Former President Bill Clinton apologized Thursday for remarks seemingly in support of a Republican policy to extend the Bush-era tax cuts for even the highest earners. The remarks piggybacked on other recent remarks by the former president that seemed to side with Republican candidate Mitt Romney on economic issues.
Speaking to CNN's Wolf Blitzer, Clinton said he was mistaken about the timing of the tax cuts, saying he thought a decision had to be made before the election, not by the beginning of the year.
"I'm very sorry for what happened. I thought something had to be done on the fiscal cliff before the election," Clinton said on CNN. "I support [Obama's] position, and I think on the merits, upper-income people will have to contribute to long-term debt reduction."

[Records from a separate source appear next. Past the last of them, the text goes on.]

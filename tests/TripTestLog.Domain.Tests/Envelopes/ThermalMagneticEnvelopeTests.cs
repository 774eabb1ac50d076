using TripTestLog.Domain.Envelopes;
using TripTestLog.Domain.Quantities;
using TripTestLog.Domain.Settings;

namespace TripTestLog.Domain.Tests.Envelopes;

/// <summary>
/// Thermal-magnetic release, In 160 A, Ir 125 A, Im 1250 A. IEC 60947-2 (8.3.3, from memory): 1.05 / 1.30 Ir
/// conventional points, 2 h conventional time above 63 A, magnetic pickup ±20 % (1000 A to 1500 A). The 50 ms
/// magnetic clearing limit is this tool's lab policy.
/// </summary>
public sealed class ThermalMagneticEnvelopeTests
{
    private static readonly ThermalMagneticEnvelope Envelope =
        new(Amperes.Of(160), new ThermalMagneticSettings(Amperes.Of(125), Amperes.Of(1250), Seconds.Of(0.05)));

    [Fact]
    public void TheConventionalPoints_HaveTheirLimits()
    {
        Assert.Equal(7200, Envelope.At(Amperes.Of(131.25)).Minimum.Limit!.Value.Value, 6);
        Assert.Equal(7200, Envelope.At(Amperes.Of(162.5)).Maximum.Limit!.Value.Value, 6);
    }

    [Fact]
    public void BetweenTheConventionalPointsAndTheMagneticRange_ThereIsNoBand()
    {
        var band = Envelope.At(Amperes.Of(375));

        Assert.False(band.HasRequirement);
        Assert.Contains("curve table", band.NoRequirement);
    }

    [Theory]
    [InlineData(999, false, null)]
    [InlineData(1001, true, 7200.0)]
    [InlineData(1499, true, 7200.0)]
    [InlineData(1501, true, 0.05)]
    public void TheMagneticTolerance_DecidesTheBand(double amps, bool hasBand, double? max)
    {
        var band = Envelope.At(Amperes.Of(amps));

        Assert.Equal(hasBand, band.HasRequirement);
        if (hasBand)
        {
            Assert.Equal(max!.Value, band.Maximum.Limit!.Value.Value, 6);
            Assert.True(band.Minimum.IsOpen);
        }
    }

    [Fact]
    public void ACurveTable_BandsTheGap()
    {
        var table = CurveTable.Create("TM", [
            new(CurrentMultiple.Of(2), Seconds.Of(40), Seconds.Of(400)),
            new(CurrentMultiple.Of(5), Seconds.Of(4), Seconds.Of(35)),
        ]);
        var overlay = new OverlayEnvelope(new CurveTableEnvelope(table, Amperes.Of(125)), Envelope);

        var band = overlay.At(Amperes.Of(375));

        Assert.True(band.HasRequirement);
        Assert.Equal(EdgeSource.CurveTable, band.Maximum.Source);
        Assert.Equal(3.0, band.Multiple.Value, 9);
    }
}
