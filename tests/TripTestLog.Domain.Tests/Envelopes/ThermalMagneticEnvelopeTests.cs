using TripTestLog.Domain.Envelopes;
using TripTestLog.Domain.Measurements;
using TripTestLog.Domain.Quantities;
using TripTestLog.Domain.Settings;
using TripTestLog.Domain.Tests.Support;

namespace TripTestLog.Domain.Tests.Envelopes;

/// <summary>
/// Thermal-magnetic release, In 160 A, Ir 125 A, Im 1250 A. IEC 60947-2 (8.3.3, from memory): 1.05 / 1.30 Ir
/// conventional points, 2 h conventional time above 63 A, magnetic pickup ±20 % (1000 A to 1500 A). The 50 ms
/// magnetic clearing limit is this tool's lab policy.
/// </summary>
public sealed class ThermalMagneticEnvelopeTests
{
    private static readonly ThermalMagneticEnvelope Envelope =
        new(Amperes.Of(160), new ThermalMagneticSettings(Amperes.Of(125), Amperes.Of(1250), Seconds.Of(0.05)));

    [Fact]
    public void TheConventionalPoints_HaveTheirLimits()
    {
        Assert.Equal(7200, Envelope.At(Amperes.Of(131.25)).Minimum.Limit!.Value.Value, 6);
        Assert.Equal(7200, Envelope.At(Amperes.Of(162.5)).For(Warm).Maximum.Limit!.Value.Value, 6);
    }

    [Fact]
    public void BetweenTheConventionalCurrents_OnlyTheMagneticNoOperationLimitApplies()
    {
        // 1.2 Ir: nothing requires a trip, and only the magnetic release's "no operation within 0.2 s at 0.8 Im" (IEC
        // 60947-2 8.3.3.1.2, from memory), carried to lower currents, bounds an early one.
        var band = Envelope.At(Amperes.Of(150)).For(TestConditions.Reference);

        Assert.Equal(0.2, band.Minimum.Limit!.Value.Value, 9);
        Assert.Equal("0.8Im", band.Minimum.PointLabel);
        Assert.Null(band.Maximum.Limit);
    }

    [Fact]
    public void AboveThirtyPercentOverIr_TheConventionalTripTimeCarriesUpward_ForAWarmStart()
    {
        // 3 Ir: the 1.30 Ir trip-by limit (from warm) holds at every higher current; no minimum is set here.
        var band = Envelope.At(Amperes.Of(375));

        Assert.True(band.HasRequirement);
        Assert.Equal(7200, band.For(Warm).Maximum.Limit!.Value.Value, 6);
        Assert.Null(band.For(TestConditions.Reference).Maximum.Limit);
        Assert.Equal(0.2, band.For(Warm).Minimum.Limit!.Value.Value, 9);
    }

    [Theory]
    // Magnetic 1250 A: no operation at or below 0.8 Im = 1000 A (within 0.2 s, from memory), operation from 1.2 Im =
    // 1500 A (IEC 60947-2).
    [InlineData(999, 7200.0, 0.2)]
    [InlineData(1000, 7200.0, 0.2)]
    [InlineData(1001, 7200.0, 0.0)]
    [InlineData(1499, 7200.0, 0.0)]
    [InlineData(1500, 0.05, 0.0)]
    public void TheMagneticTolerance_DecidesTheBand(double amps, double max, double min)
    {
        var band = Envelope.At(Amperes.Of(amps)).For(Warm);

        Assert.Equal(max, band.Maximum.Limit!.Value.Value, 6);
        Assert.Equal(min, band.Minimum.Limit!.Value.Value, 6);
    }

    private static readonly TestConditions Warm = new(StartCondition.Warm, PoleLoading.AllPoles);

    [Fact]
    public void ACurveTable_BandsTheGap()
    {
        var table = CurveTable.Create("TM", [
            new(CurrentMultiple.Of(2), Seconds.Of(40), Seconds.Of(400)),
            new(CurrentMultiple.Of(5), Seconds.Of(4), Seconds.Of(35)),
        ]);
        var overlay = new OverlayEnvelope(new CurveTableEnvelope(table, Amperes.Of(125)), Envelope);

        var band = overlay.At(Amperes.Of(375)).For(TestConditions.Reference);

        // At 3 Ir the table's row at 2 Ir (max 400 s) carries upward and its row at 5 Ir (min 4 s) downward.
        Assert.True(band.HasRequirement);
        Assert.Equal(EdgeSource.CurveTable, band.Maximum.Source);
        Assert.Equal(400, band.Maximum.Limit!.Value.Value, 9);
        Assert.Equal(4, band.Minimum.Limit!.Value.Value, 9);
        Assert.Equal(3.0, band.Multiple.Value, 9);
    }
}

"I really was under the impression that they would have to do something before the election, and I was trying to figure out how they would kick it to last to the election," he added, saying, "Once I realized that nothing had to be done until the first of the year, I supported [Obama's] position."
The former president was also criticized for saying the economy was in a recession. Clinton staff tried to walk back these remarks by saying "on the current condition of the economy, he said at the top of the interview that the main goal for those in Washington was 'to keep the expansion going."
But the gaffes come after similar ones made last week on CNBC characterizing Mitt Romney's business background as head of Bain Capital as "sterling." After those remarks, which were pounced on by Republicans to show a lack of support from Clinton, the former president walked back the comments, saying a good business career didn't qualify someone for office.
"You can be successful in business...if your shareholders do well. You can only be successful as president if the shareholders, the employees, the customers, and the communities do well," Clinton told CNN.
"The fact that I was complimentary of his success as a businessman doesn't mean that I think he should be elected and President Obama shouldn't," he added.
Rumors are rampant of the former president's lukewarm feelings for Obama. Although he continually stumps for the president, helping him raise over $3 million just this past weekend in New York City, he oftentimes avoids questions directed at his personal feelings for the current officeholder.
Regardless, Clinton says he is very committed to Obama's re-election and has praised the president for doing a "really good job" under the circumstances left to him.